Even assuming Mueller is able to separate his past with Comey from his present investigation, that relationship damages the whole purpose of having a Special Counsel who is completely independent in fact and appearance.
In a truly independent investigation, friends shouldn’t be investigating friends. Mueller should step aside to remove the taint on the Special Counsel investigation created by friend and witness James Comey.
Byron York has been looking into it.
Is that a conflict? Should a prosecutor pursue a case in which the star witness is a close friend? And when the friend is not only a witness but also arguably a victim — of firing — by the target of the investigation? And when the prosecutor might also be called on to investigate some of his friend’s actions? The case would be difficult enough even without the complicating friendship.
This is by no means a definitive answer, but I put that question to five Washington lawyers Sunday — lawyers in private practice, on Capitol Hill, in think tanks, some of them veterans of the Justice Department. The verdict came back mixed. But the answers made clear this is a question that will have to be answered in the course of the Mueller investigation.
“This is very odd,” said one big-firm lawyer and Justice Department veteran Sunday.
You don’t say.
[Noon update]
James Comey has a long history of questionable obstruction cases:
Let’s begin with the case of one Frank Quattrone, a banker who Comey pursued relentlessly on banking related charges without fruition. But while he couldn’t find any wrong-doing on criminal conduct, he went after him for supposed “obstruction of justice” because of a single ambiguous email. Sound familiar?
Before he was indicted, Comey made false statements about Quattrone and his intent. The first trial ended in a hung jury but the second one got a conviction.
That conviction was overturned in 2006. Quattrone was so scarred by the harassment, he began funding projects designed to help innocent people who are victims of prosecutorial overreach or other problems. He said his motivation for supporting such projects was that at the very moment he was found guilty in the second trial, he realized there must be innocent people in prisons who lacked the financial resources to fight for justice. He also started the Quattrone Center for the Fair Administration of Justice at the University of Pennsylvania Law School.
Quattrone has noted with interest the disparities in how he was treated by Comey for a single email compared to his handling of the Hillary Clinton email server scandal.

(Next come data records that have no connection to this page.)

def _outliers_many(residual, jacobian, covariance, dof):
    """Flag blunders: externally studentized residual over 3, or over 5′ with too few sights.

    The leverage of each sight comes from the normal equations, and each sight is judged
    against the scatter of the others (the deleted residual), so one blunder cannot hide
    by inflating the standard error. Arrays (groups, sights), padding with zero residuals.
    """
    leverage = np.clip(np.einsum("fsi,fij,fsj->fs", jacobian, covariance, jacobian), 0.0, 0.999)
    total = np.sum(residual**2, axis=1, keepdims=True)
    with np.errstate(invalid="ignore", divide="ignore"):
        deleted_var = (total - residual**2 / (1.0 - leverage)) / (dof[:, None] - 1)
    deleted_sigma = np.sqrt(np.maximum(np.nan_to_num(deleted_var), SIGMA_FLOOR_ARCMIN**2))
    studentized = residual / (deleted_sigma * np.sqrt(1.0 - leverage))
    return np.where((dof >= 2)[:, None], np.abs(studentized) > OUTLIER_SIGMAS,
                    np.abs(residual) > OUTLIER_ARCMIN_FEW_SIGHTS)


def latitude_by_meridian_altitude(ho_deg: ArrayLike, dec_deg: ArrayLike, body_bearing: ArrayLike = "S", lower_transit: ArrayLike = False) -> np.ndarray:
    """Latitude (degrees) from a body's observed altitude on the meridian (the noon sight).

    Upper transit: latitude = Dec + (90° − Ho) when the body bears south of the observer,
    Dec − (90° − Ho) when it bears north. Lower transit (a circumpolar body below the pole):
    latitude = Ho + (90° − |Dec|), toward the same pole as the declination; a body of
    declination 0 has no lower transit above the horizon, and is refused. (Every navigation
    manual; common practice.) Vectorised; ``body_bearing`` is 'N' or 'S'.

    >>> float(latitude_by_meridian_altitude(50.0, 10.0, "S"))
    50.0
    """
    ho = np.asarray(ho_deg, dtype=float)
    dec = np.asarray(dec_deg, dtype=float)
    lower = np.asarray(lower_transit, dtype=bool)
    bearing = np.char.upper(np.char.strip(np.asarray(body_bearing, dtype=str)))
    if not np.all(np.isin(bearing, ["N", "S"])):
        raise NavredError("body_bearing must be 'N' (body north of you) or 'S' (south)")
    no_pole = lower & (np.abs(dec) == 0.0)
    if no_pole.any():
        raise NavredError(f"a lower transit needs a declination north or south of the equator (a body of "
                          f"declination 0 crosses the lower meridian below the horizon): {failed_elements(no_pole)}")
    zenith = 90.0 - ho
    upper = np.where(bearing == "S", dec + zenith, dec - zenith)
    lower_latitude = np.sign(dec) * (ho + 90.0 - np.abs(dec))
    latitude = np.where(lower, lower_latitude, upper)
    bad = np.abs(latitude) > 90.0
    if bad.any():
        raise NavredError(f"no latitude fits Ho and Dec as given (check the bearing N/S): {failed_elements(bad)}")
    return latitude


def latitude_by_polaris(ho_deg: ArrayLike, gha_deg: ArrayLike, dec_deg: ArrayLike, lon_deg: ArrayLike) -> np.ndarray:
    """Latitude (degrees) from the observed altitude of Polaris, solved exactly.

    No table: the latitude at which the computed altitude of Polaris (from its exact GHA and
    Dec at the sight and the DR longitude) equals Ho, by Newton's method on the spherical
    formula (∂Hc/∂φ = cos Zn). The DR longitude matters little: Polaris bears within about
    1.5° of north, so a 30′ error in longitude moves the latitude by at most about 0.8′ cos φ.
    """
    ho = np.asarray(ho_deg, dtype=float)
    dec = np.asarray(dec_deg, dtype=float)
    polar_distance = 90.0 - dec
    lha = np.radians(np.asarray(gha_deg, dtype=float) + np.asarray(lon_deg, dtype=float))
    lat = ho - polar_distance * np.cos(lha)  # the first-order start (the old Q correction)
    for _ in range(8):
        hc, zn = computed_altitude_azimuth(np.clip(lat, -89.9, 89.9), lon_deg, gha_deg, dec_deg)
        slope = np.cos(np.radians(zn))
        lat = lat + (ho - hc) / np.where(np.abs(slope) > 0.2, slope, 1.0)
    hc, _ = computed_altitude_azimuth(np.clip(lat, -89.9, 89.9), lon_deg, gha_deg, dec_deg)
    if np.any(np.abs(hc - ho) > 1e-6):
        raise NavredError("no latitude reproduces the Polaris altitude: check Ho, the time and the body")
    return lat


#: The ex-meridian reduction holds within as many minutes of time from meridian passage as the
#: meridian zenith distance has degrees (common practice; from memory).
def ex_meridian_limit_minutes(zenith_distance_deg: ArrayLike) -> np.ndarray:
    """The longest time (minutes) from meridian passage at which an ex-meridian sight is reduced."""
    return np.abs(np.asarray(zenith_distance_deg, dtype=float))


def ex_meridian_latitude(ho_deg: ArrayLike, dec_deg: ArrayLike, lha_deg: ArrayLike, dr_lat_deg: ArrayLike,
                         body_bearing: ArrayLike = "S") -> np.ndarray:
    """Latitude (degrees) from a sight a few minutes from meridian passage, reduced to the meridian.

    The reduction to the meridian: the altitude rises by a·t² between the sight and meridian
    passage, a = 1.9635″ cos φ cos δ / sin z per minute of time squared, t the minutes of time
    from meridian passage (the LHA, or 360° − LHA, at 15° an hour) and z the meridian zenith
    distance, from the DR latitude φ (the ex-meridian tables of the navigation manuals; from
    memory). Refused beyond its limit (:func:`ex_meridian_limit_minutes`): there the sight is
    reduced as any other line of position.
    """
    ho = np.asarray(ho_deg, dtype=float)
    dec = np.asarray(dec_deg, dtype=float)
    lat = np.asarray(dr_lat_deg, dtype=float)
    t_minutes = np.abs(wrap_180(np.asarray(lha_deg, dtype=float))) * 4.0
    zenith = np.abs(lat - dec)
    beyond = t_minutes > ex_meridian_limit_minutes(zenith)
    if beyond.any():
        raise NavredError(f"the sight is {float(np.max(t_minutes[beyond])):.1f} minutes from meridian passage, beyond "
                          f"the ex-meridian limit of as many minutes as the zenith distance has degrees "
                          f"({float(np.min(zenith[beyond])):.1f}): {failed_elements(beyond)}; reduce it as a line "
                          "of position")
    factor_arcsec = 1.9635 * np.cos(np.radians(lat)) * np.cos(np.radians(dec)) / np.sin(np.radians(zenith))
    meridian_altitude = ho + factor_arcsec * t_minutes**2 / 3600.0
    return latitude_by_meridian_altitude(meridian_altitude, dec, body_bearing)


def latitude_from_noon_curve(hours: ArrayLike, ho_deg: ArrayLike, dec_deg: float, body_bearing: str = "S",
                             ) -> float | None:
    """Latitude from a series of sights around meridian passage: the maximum of the noon curve.

    A parabola Ho = a + b·t + c·t² fitted by least squares to the series gives the maximum
    altitude (not the highest single sight); the latitude follows as for a meridian altitude
    (the noon curve of the navigation manuals, common practice). The ship's motion moves the
    maximum off meridian passage by a second-order amount. Returns None when the series does
    not bend (c ≥ 0), or its maximum lies outside the series' span.
    """
    t = np.asarray(hours, dtype=float)
    h = np.asarray(ho_deg, dtype=float)
    if t.size < 3 or np.ptp(t) <= 0:
        return None
    centre = t.mean()
    c, b, a = np.polyfit(t - centre, h, 2)
    if c >= 0:
        return None
    peak = -b / (2 * c)
    if not (t.min() - centre) <= peak <= (t.max() - centre):
        return None
    return float(latitude_by_meridian_altitude(a + b * peak + c * peak**2, dec_deg, body_bearing))


__all__ = ["fix_from_sights", "fixes_from_sights", "GroupFixes", "FixResult", "ChartCheck", "solve_fixes", "error_ellipse", "Track",
           "run_error_covariance", "azimuth_spread_deg", "latitude_by_meridian_altitude", "latitude_by_polaris",
           "ex_meridian_latitude", "latitude_from_noon_curve", "FIX", "LINE", "LATITUDE"]
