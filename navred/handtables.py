"""The numbers of the printed backup: tables a navigator reduces sights from with a pencil and a calculator.

Core code (numpy and navred's own almanac and corrections). Every value here is rounded as it is
printed (angles to 0.1′), so that what the tests check is what the page shows:

- hourly GHA and Dec of the Sun, the planets and the Moon (with its HP) and the GHA of Aries, at
  every whole hour of UTC; a navigator interpolates linearly between two printed hours
  (:func:`interpolate_printed`, the rule the page states);
- SHA and Dec of the navigational stars in blocks of a few days;
- altitude corrections of navred's own arrangement: dip by height of eye, refraction at 10 °C and
  1010 hPa by apparent altitude with a factor for the temperature and pressure, the Moon's
  parallax by altitude and HP, the Sun's semi-diameter by date, Venus's and Mars's parallax and
  phase by date;
- a Polaris latitude table: the latitude is Ho plus a first term by LHA Aries and a small
  second term by LHA Aries and altitude (:func:`polaris_terms`).

Linear interpolation between printed hours is good enough: the largest second difference of an
hourly value is the Moon's (about 0.15′ per hour² in Dec), whose interpolation error is an eighth of
it, 0.02′; a printed value is within 0.05′ of the truth, so an interpolated one is too, plus that.
"""

from __future__ import annotations

from dataclasses import dataclass

import numpy as np
from numpy.typing import ArrayLike

from .almanac import phase_angle_deg, places
from .angles import wrap_180, wrap_360, wrap_axial
from .constants import ARCMIN_PER_DEG, NS_PER_DAY, NS_PER_HOUR
from .corrections import (
    PHASE_CENTROID_FACTOR,
    air_density_factor,
    dip_angle_arcmin,
    parallax_in_altitude_arcmin,
    refraction_angle_arcmin,
)
from .errors import NavredError
from .stars import star_table
from .vocabulary import UNIT_CONVERSIONS

#: The rates of the tables of increments, degrees per hour (common practice; from memory): the Sun and the
#: planets 15°, the Moon 14° 19.0′, Aries 15° 02.46′ (a sidereal day in 23 h 56 m 04.09 s). A body's v is
#: the excess of its hourly change of GHA over its rate (:func:`hourly_v_arcmin`).
INCREMENT_RATE_DEG_PER_HOUR = {"sun": 15.0, "moon": 14.0 + 19.0 / 60.0, "aries": 15.0 + 2.46 / 60.0, "planet": 15.0}
#: The names the first point of Aries goes by where a body is asked for (normalised: lower case, no spaces)
ARIES_NAMES = ("aries", "firstpointofaries", "ariesfirstpoint")

#: The bodies of the hourly pages, in the order of their columns.
HOURLY_BODIES = ("Aries", "Sun", "Moon", "Venus", "Mars", "Jupiter", "Saturn")
#: The longest passage the paper covers at once (a page per day).
MAX_DAYS = 62
#: Star places are printed for blocks of this many days, each at the middle instant of its days.
STAR_BLOCK_DAYS = 3
#: A Polaris latitude table serves this many days, made for the middle of them.
POLARIS_BLOCK_DAYS = 10
#: The Moon's semi-diameter over its horizontal parallax: the ratio of the Moon's radius to the
#: Earth's equatorial radius, 1737.4 / 6378.137 (IAU mean radius, WGS 84; common practice).
MOON_SD_PER_HP = 1737.4 / 6378.137


def printed_deg(angle_deg: ArrayLike) -> np.ndarray:
    """An angle (degrees) rounded to the tenth of an arcminute, as a page prints it (NaN kept)."""
    return np.round(np.asarray(angle_deg, dtype=float) * ARCMIN_PER_DEG * 10.0) / (ARCMIN_PER_DEG * 10.0)


def printed_arcmin(value_arcmin: ArrayLike) -> np.ndarray:
    """A value in arcminutes rounded to the tenth, as printed."""
    return np.round(np.asarray(value_arcmin, dtype=float) * 10.0) / 10.0


def interpolate_printed(this_deg: ArrayLike, next_deg: ArrayLike, fraction: ArrayLike, *, gha: bool = False) -> np.ndarray:
    """The page's rule: the value at a fraction of the hour from the printed whole hour and the next.

    value = this + f × (next − this), f = (minutes + seconds / 60) / 60. For a GHA the
    difference is taken the way the hour angle grows (add 360° when the next is the smaller),
    and the result is brought into 0-360°; a Dec is signed (north +).

    >>> float(interpolate_printed(350.0, 5.0, 0.5, gha=True))
    357.5
    """
    this = np.asarray(this_deg, dtype=float)
    difference = np.asarray(next_deg, dtype=float) - this
    if gha:
        difference = np.asarray(wrap_360(difference))
    value = this + np.asarray(fraction, dtype=float) * difference
    return np.asarray(wrap_360(value)) if gha else value


def _day_start(first_date) -> np.datetime64:
    try:
        return np.datetime64(str(first_date)[:10], "D").astype("datetime64[ns]")
    except ValueError:
        raise NavredError(f"date {first_date!r} is not a date; give YYYY-MM-DD") from None


def _check_days(days: int) -> None:
    if not 1 <= int(days) <= MAX_DAYS:
        raise NavredError(f"{days} days: the paper covers 1 to {MAX_DAYS} days at once; print longer passages "
                          "in parts")


@dataclass(frozen=True)
class HourlyTable:
    """Printed hourly values: ``hours`` (datetime64[ns] UTC, every whole hour from 00:00 of the first
    date to 24:00 of the last, so that each day's page ends with the next day's 00:00) and, per
    body (rows, in ``bodies`` order), GHA and Dec in degrees and HP in arcminutes, rounded as printed
    (Dec NaN for Aries, HP NaN but for the Moon)."""

    bodies: tuple[str, ...]
    hours: np.ndarray
    gha_deg: np.ndarray
    dec_deg: np.ndarray
    hp_arcmin: np.ndarray
    dut1_s: np.ndarray
    ut1_source: np.ndarray

    def column(self, body: str) -> int:
        return self.bodies.index(body)

    def day(self, k: int) -> slice:
        """The 25 rows (00:00 to 24:00) of day ``k``."""
        return slice(24 * k, 24 * k + 25)


def hourly_table(first_date: object, days: int, bodies: tuple[str, ...] = HOURLY_BODIES,
                 dut1_s: ArrayLike | None = None) -> HourlyTable:
    """The hourly GHA, Dec and HP of ``bodies`` ("Aries" for the first point of Aries) over ``days`` UTC
    dates from ``first_date``, rounded as printed."""
    _check_days(days)
    hours = _day_start(first_date) + np.arange(24 * int(days) + 1) * np.timedelta64(NS_PER_HOUR, "ns")
    from .timescales import instants

    inst = instants(hours, dut1_s)
    gha = np.full((len(bodies), hours.size), np.nan)
    dec = np.full_like(gha, np.nan)
    hp = np.full_like(gha, np.nan)
    for k, body in enumerate(bodies):
        if body == "Aries":
            p = places("Sun", inst)
            gha[k] = wrap_360(p.gha_aries_deg)
            continue
        p = places(body, inst)
        gha[k], dec[k] = p.gha_deg, p.dec_deg
        if body == "Moon":
            hp[k] = p.hp_arcmin
    return HourlyTable(tuple(bodies), hours, np.asarray(wrap_360(printed_deg(gha))), printed_deg(dec),
                       printed_arcmin(hp), np.asarray(inst.dut1_s), np.asarray(inst.ut1_source))


def hourly_value_at(table: HourlyTable, body: str, utc64: ArrayLike, what: str = "gha") -> np.ndarray:
    """A body's GHA or Dec (degrees) or HP (arcminutes) at instants, by the page's rule from the printed hours."""
    when = np.asarray(utc64, dtype="datetime64[ns]")
    offset = (when - table.hours[0]).astype(np.int64)
    row = offset // NS_PER_HOUR
    if np.any(row < 0) or np.any(row >= table.hours.size - 1):
        raise NavredError("an instant outside the hourly table's dates")
    fraction = (offset - row * NS_PER_HOUR) / NS_PER_HOUR
    values = {"gha": table.gha_deg, "dec": table.dec_deg, "hp": table.hp_arcmin}[what][table.column(body)]
    return interpolate_printed(values[row], values[row + 1], fraction, gha=what == "gha")


def hourly_v_arcmin(gha_hour_deg: ArrayLike, gha_next_deg: ArrayLike, rate_deg_per_hour: ArrayLike) -> np.ndarray:
    """v (arcminutes, signed): the excess of a body's change of GHA from one whole hour of UTC to the next
    over the rate its table of increments uses (:data:`INCREMENT_RATE_DEG_PER_HOUR`); a tables working adds
    v times the fraction of the hour to the hour's GHA and the increment (negative for Venus at times).

    The trade's definition (the printed almanacs' explanation of the increments tables; common practice).

    >>> round(float(hourly_v_arcmin(100.0, 115.0 + 0.2 / 60, 15.0)), 6)  # 15° 00.2′ in the hour: v +0.2′
    0.2
    """
    change = wrap_180(np.asarray(gha_next_deg, dtype=float) - np.asarray(gha_hour_deg, dtype=float)
                      - np.asarray(rate_deg_per_hour, dtype=float))
    return np.asarray(change) * ARCMIN_PER_DEG


def hourly_d_arcmin(dec_hour_deg: ArrayLike, dec_next_deg: ArrayLike) -> np.ndarray:
    """d (arcminutes, signed, + northward): the change of a body's Dec from one whole hour of UTC to the
    next; a tables working adds d times the fraction of the hour to the hour's Dec (common practice: a
    printed almanac gives d without a sign, the navigator taking it from the Dec's trend)."""
    return (np.asarray(dec_next_deg, dtype=float) - np.asarray(dec_hour_deg, dtype=float)) * ARCMIN_PER_DEG
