"""Tables written into a workbook at the speed of the format: the rows of a sheet built column by column.

Edge code. openpyxl builds the workbook (its sheets, styles, column widths, frozen panes,
print settings, pictures, merged cells) and writes it; it spends about 15 µs on each cell it
writes, in write-only mode too (measured: 20,000 rows of 45 columns took 15 s, the
general-purpose alternative library 12 s), so a fleet's 20,000-sight log took over a minute.
Here a table's cells are made as the sheet's XML text one column at a time, from the column's
values as plain Python objects, and put into the sheet's ``sheetData`` element of the file
openpyxl wrote (ECMA-376 Part 1, 18.3.1.80 sheetData, 18.3.1.73 row, 18.3.1.4 c, 18.3.1.53
is, inline strings). The styles a table uses are made by openpyxl (on a scratch sheet that is
removed before the save) and referred to by their index, as openpyxl itself does.

Every text is written as an inline string: never a formula, whatever it begins with. A
control character the format cannot hold is shown as U+FFFD and a text longer than a cell
holds is cut with a note, as :func:`navred.io.workbook.write_text_safe` does for single cells.
"""

from __future__ import annotations

import datetime as dt
import heapq
import io
import itertools
import re
import tempfile
import xml.etree.ElementTree as ET
import zipfile
from collections.abc import Callable, Iterator
from dataclasses import dataclass, field

import numpy as np
import pandas as pd

from ..constants import NS_PER_DAY
from ..errors import NavredError
from .readers import MAX_CELL_CHARS

_ILLEGAL_IN_XML = re.compile(r"[\x00-\x08\x0b\x0c\x0e-\x1f\x7f]")
_EXCEL_EPOCH = np.datetime64("1899-12-30T00:00:00", "ns")  # serial date 0 of the 1900 date system
_MAIN = "http://schemas.openxmlformats.org/spreadsheetml/2006/main"
_RELS = "http://schemas.openxmlformats.org/package/2006/relationships"
_OFFICE_RELS = "http://schemas.openxmlformats.org/officeDocument/2006/relationships"


def safe_text(value: str) -> str:
    """Text as a cell may hold it: control characters shown as U+FFFD, cut with a note when too long."""
    value = _ILLEGAL_IN_XML.sub("\ufffd", value)
    if len(value) > MAX_CELL_CHARS:
        note = f" … [cut: {len(value):,} characters]"
        value = value[:MAX_CELL_CHARS - len(note)] + note
    return value


def _escaped(value: str) -> str:
    value = safe_text(value)
    if "&" in value or "<" in value or ">" in value:
        value = value.replace("&", "&amp;").replace("<", "&lt;").replace(">", "&gt;")
    return value


def _serial(values: np.ndarray) -> np.ndarray:
    """Spreadsheet serial dates (days since 1899-12-30) of naive datetime64 values."""
    ns = (values.astype("datetime64[ns]") - _EXCEL_EPOCH).astype(np.int64)
    return ns / NS_PER_DAY


def _python_value(value):
    """One cell value as a plain Python number, bool, text, or a spreadsheet serial date (a tuple)."""
    if value is None or value is pd.NaT:
        return None
    if isinstance(value, np.generic):
        if isinstance(value, np.datetime64):
            return None if np.isnat(value) else ("date", float(_serial(np.array([value]))[0]))
        value = value.item()
    if isinstance(value, bool):
        return value
    if isinstance(value, (int, float)):
        return value if value == value and value not in (float("inf"), float("-inf")) else None
    if isinstance(value, str):
        return value
    if isinstance(value, pd.Timestamp):
        stamp = value.tz_convert("UTC").tz_localize(None) if value.tzinfo is not None else value
        return ("date", float(_serial(np.array([stamp.to_datetime64()]))[0]))
    if isinstance(value, dt.datetime):
        if value.tzinfo is not None:
            value = value.astimezone(dt.timezone.utc).replace(tzinfo=None)
        return ("date", float(_serial(np.array([np.datetime64(value, "ns")]))[0]))
    if isinstance(value, dt.date):
        return ("date", float(_serial(np.array([np.datetime64(value, "ns")]))[0]))
    return str(value)


@dataclass(frozen=True)
class Styles:
    """The style indices a table uses (each an index into the workbook's cell formats)."""

    plain: int
    header: int
    date: int
    flagged: int  # a flagged row's fill, for text and empty cells
    flagged_date: int
    #: number format -> (style, flagged style), for the float columns that have one
    numbers: dict[str, tuple[int, int]] = field(default_factory=dict)
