def atomic_write_many(folder: str | Path, files: dict[str, bytes], *, inputs: Iterable[str | Path] = ()) -> list[Path]:
    """:func:`atomic_write` for many files in one folder (the plotting sheets of a long passage).

    ``files`` maps each file name to its contents. Each file is written under a temporary name;
    all are synced to disk at once, then each is renamed over its target: every target is its
    complete new file or its old one, as with :func:`atomic_write`, for one folder scan and one
    sync instead of one of each per file.
    """
    folder = Path(folder)
    if not files:
        return []
    inputs = list(inputs)
    check_output(folder / next(iter(files)), inputs)  # the folder's checks, once
    try:
        folder.mkdir(parents=True, exist_ok=True)
    except OSError as exc:
        raise OutputError(f"cannot make the folder {folder}: {exc.strerror or exc}") from None
    sources = {Path(source).resolve() for source in inputs}
    where = folder.resolve()
    present = {entry.name: entry for entry in os.scandir(folder)}
    targets = []
    for name in files:
        entry = present.get(name)
        if (entry is not None and (entry.is_symlink() or not entry.is_file())) or where / name in sources:
            check_output(folder / name, inputs)  # the refusal, in its own words
        targets.append(folder / name)
    _sweep_all(folder, set(files), present.values())
    token = f"{os.getpid()}.{secrets.token_hex(4)}"
    temporaries: list[Path] = []
    try:
        for target, contents in zip(targets, files.values()):
            temporary = target.parent / f".{target.name}.{token}.navred-tmp{target.suffix}"
            try:
                handle = os.open(temporary, os.O_CREAT | os.O_EXCL | os.O_WRONLY, 0o666)
            except OSError as exc:
                raise OutputError(f"cannot write in {folder}: {exc.strerror or exc}") from None
            temporaries.append(temporary)
            try:
                os.write(handle, contents)
            finally:
                os.close(handle)
        os.sync()  # every new file on disk before any is renamed into place
        for temporary, target in zip(temporaries, targets):
            os.replace(temporary, target)
        _fsync(folder, directory=True)
    except OSError as exc:
        raise OutputError(f"cannot write in {folder}: {exc.strerror or exc}") from None
    finally:
        for temporary in temporaries:
            if os.path.exists(temporary):
                os.unlink(temporary)
    return targets


#: rows of a table turned into CSV text together
CSV_ROWS_AT_ONCE = 20_000
#: a column of numbers with at most this share of distinct values is formatted each distinct value once (in the
#: row-by-row form, kept for a float format other than "%.Nf")
FEW_DISTINCT = 0.25
#: the float formats written by digits: "%.Nf", N from 0 to 9
_FIXED_FORMAT = re.compile(r"%\.([0-9])f")


class _Tables:
    """The digit tables, made when first used (numpy is not imported with this module): ``words``, the four
    bytes of k from 0 to 999 (a byte left for what goes before, then k's three digits); ``kept``, the
    pattern of those bytes kept when the first j digits are left out (j from 0 to 3); ``kept_first``, when
    only the first j digits are kept; ``powers``, 10**k."""

    def __getattr__(self, name):
        import numpy as np

        if name == "words":
            value = np.frombuffer("".join(f"\0{k:03d}" for k in range(1000)).encode("ascii"), dtype=np.uint32)
        elif name == "kept":
            value = np.array([[0] + [m >= j for m in range(3)] for j in range(4)], dtype=np.uint8).view(np.uint32)
            value = value.ravel()
        elif name == "kept_first":
            value = np.array([[0] + [m < j for m in range(3)] for j in range(4)], dtype=np.uint8).view(np.uint32)
            value = value.ravel()
        elif name == "powers":
            value = 10 ** np.arange(19, dtype=np.int64)
        else:
            raise AttributeError(name)
        setattr(self, name, value)
        return value
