BAD_OPTIONS = [
    ["plan", "--date", "26/03/2026", "--lat", "44 N", "--lon", "12 W"],
    ["plan", "--date", "2026-02-30", "--lat", "44 N", "--lon", "12 W"],
    ["plan", "--date", "", "--lat", "44 N", "--lon", "12 W"],
    ["plan", "--date", "2026-03-26", "--lat", "", "--lon", "12 W"],
    ["plan", "--date", "2026-03-26", "--lat", "nan", "--lon", "12 W"],
    ["plan", "--date", "2026-03-26", "--lat", "44 N", "--lon", "12 W", "--course", "nan"],
    ["plan", "--date", "2026-03-26", "--lat", "44 N", "--lon", "12 W", "--speed", "1e308"],
    ["plan", "--date", "2026-03-26", "--lat", "44 N", "--lon", "12 W", "--eye", "-inf"],
    ["plan", "--date", "2026-03-26", "--lat", "44 N", "--lon", "12 W", "--count", "9"],
    ["plan", "--date", "2026-03-26", "--lat", "44 N", "--lon", "12 W", "--utc", "18:42:30Z"],
    ["almanac", "Sun", "--utc", ""], ["almanac", "", "--utc", "2026-03-26T00:00Z"],
    ["almanac", "Sun", "--utc", "2026-03-26T00:00Z", "--dut1", "nan"],
    ["compass", "Sun", "--utc", "2026-03-26T17:30Z", "--lat", "43 N", "--lon", "13 W", "--compass-bearing", "inf"],
    ["compass", "Sun", "--utc", "2026-03-26T17:30Z", "--lat", "43 N", "--lon", "13 W", "--variation", "x"],
    ["identify", "--utc", "2026-03-26T19:45Z", "--lat", "43 N", "--lon", "13 W", "--alt", "nan", "--az", "186"],
    ["identify", "--utc", "2026-03-26T19:45Z", "--lat", "43 N", "--lon", "13 W", "--alt", "30", "--az", "1e9"],
    ["lunar", "", "--other", "Antares", "--utc", "2024-09-12T19:33Z", "--lat", "30 N", "--lon", "40 W"],
    ["lunar", "29 44.7", "--other", "Antares", "--utc", "2024-09-12T19:33Z", "--lat", "30 N", "--lon", "40 W",
     "--index-error", "nan"],
    ["reduce", "/no/such/file.csv"], ["reduce", "sample_sights"], ["fix", DEMO, "--group", ""],
    ["fix", DEMO, "--utc", "tomorrow"], ["series", DEMO, "--threshold", "nan"],
    ["training", DEMO, "--track", "/no/track.gpx"],
    ["workbook", DEMO, "-o", "/proc/version"], ["workbook", DEMO, "--dates", "sideways"],
    ["mark"], ["mark", DEMO], ["mark", "sample_sights/class_workings.xlsx", "-o", "/proc/version"],
]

You might remember Martha Stewart being sent to jail. You might not remember that James Comey was the man who put her there, and not because he was able to charge her for anything he began investigating her for. The original investigation was into whether Stewart had engaged in insider trading. They didn’t even try to get her on that charge.
The more I learn about this guy, the more of a scumbucket he seems to be.
[Update a couple minutes later]
Yes, Mueller should recuse himself from any investigations involving Comey. The question is: Can Comey be sufficiently separated from the mess for him to be able to investigate at all?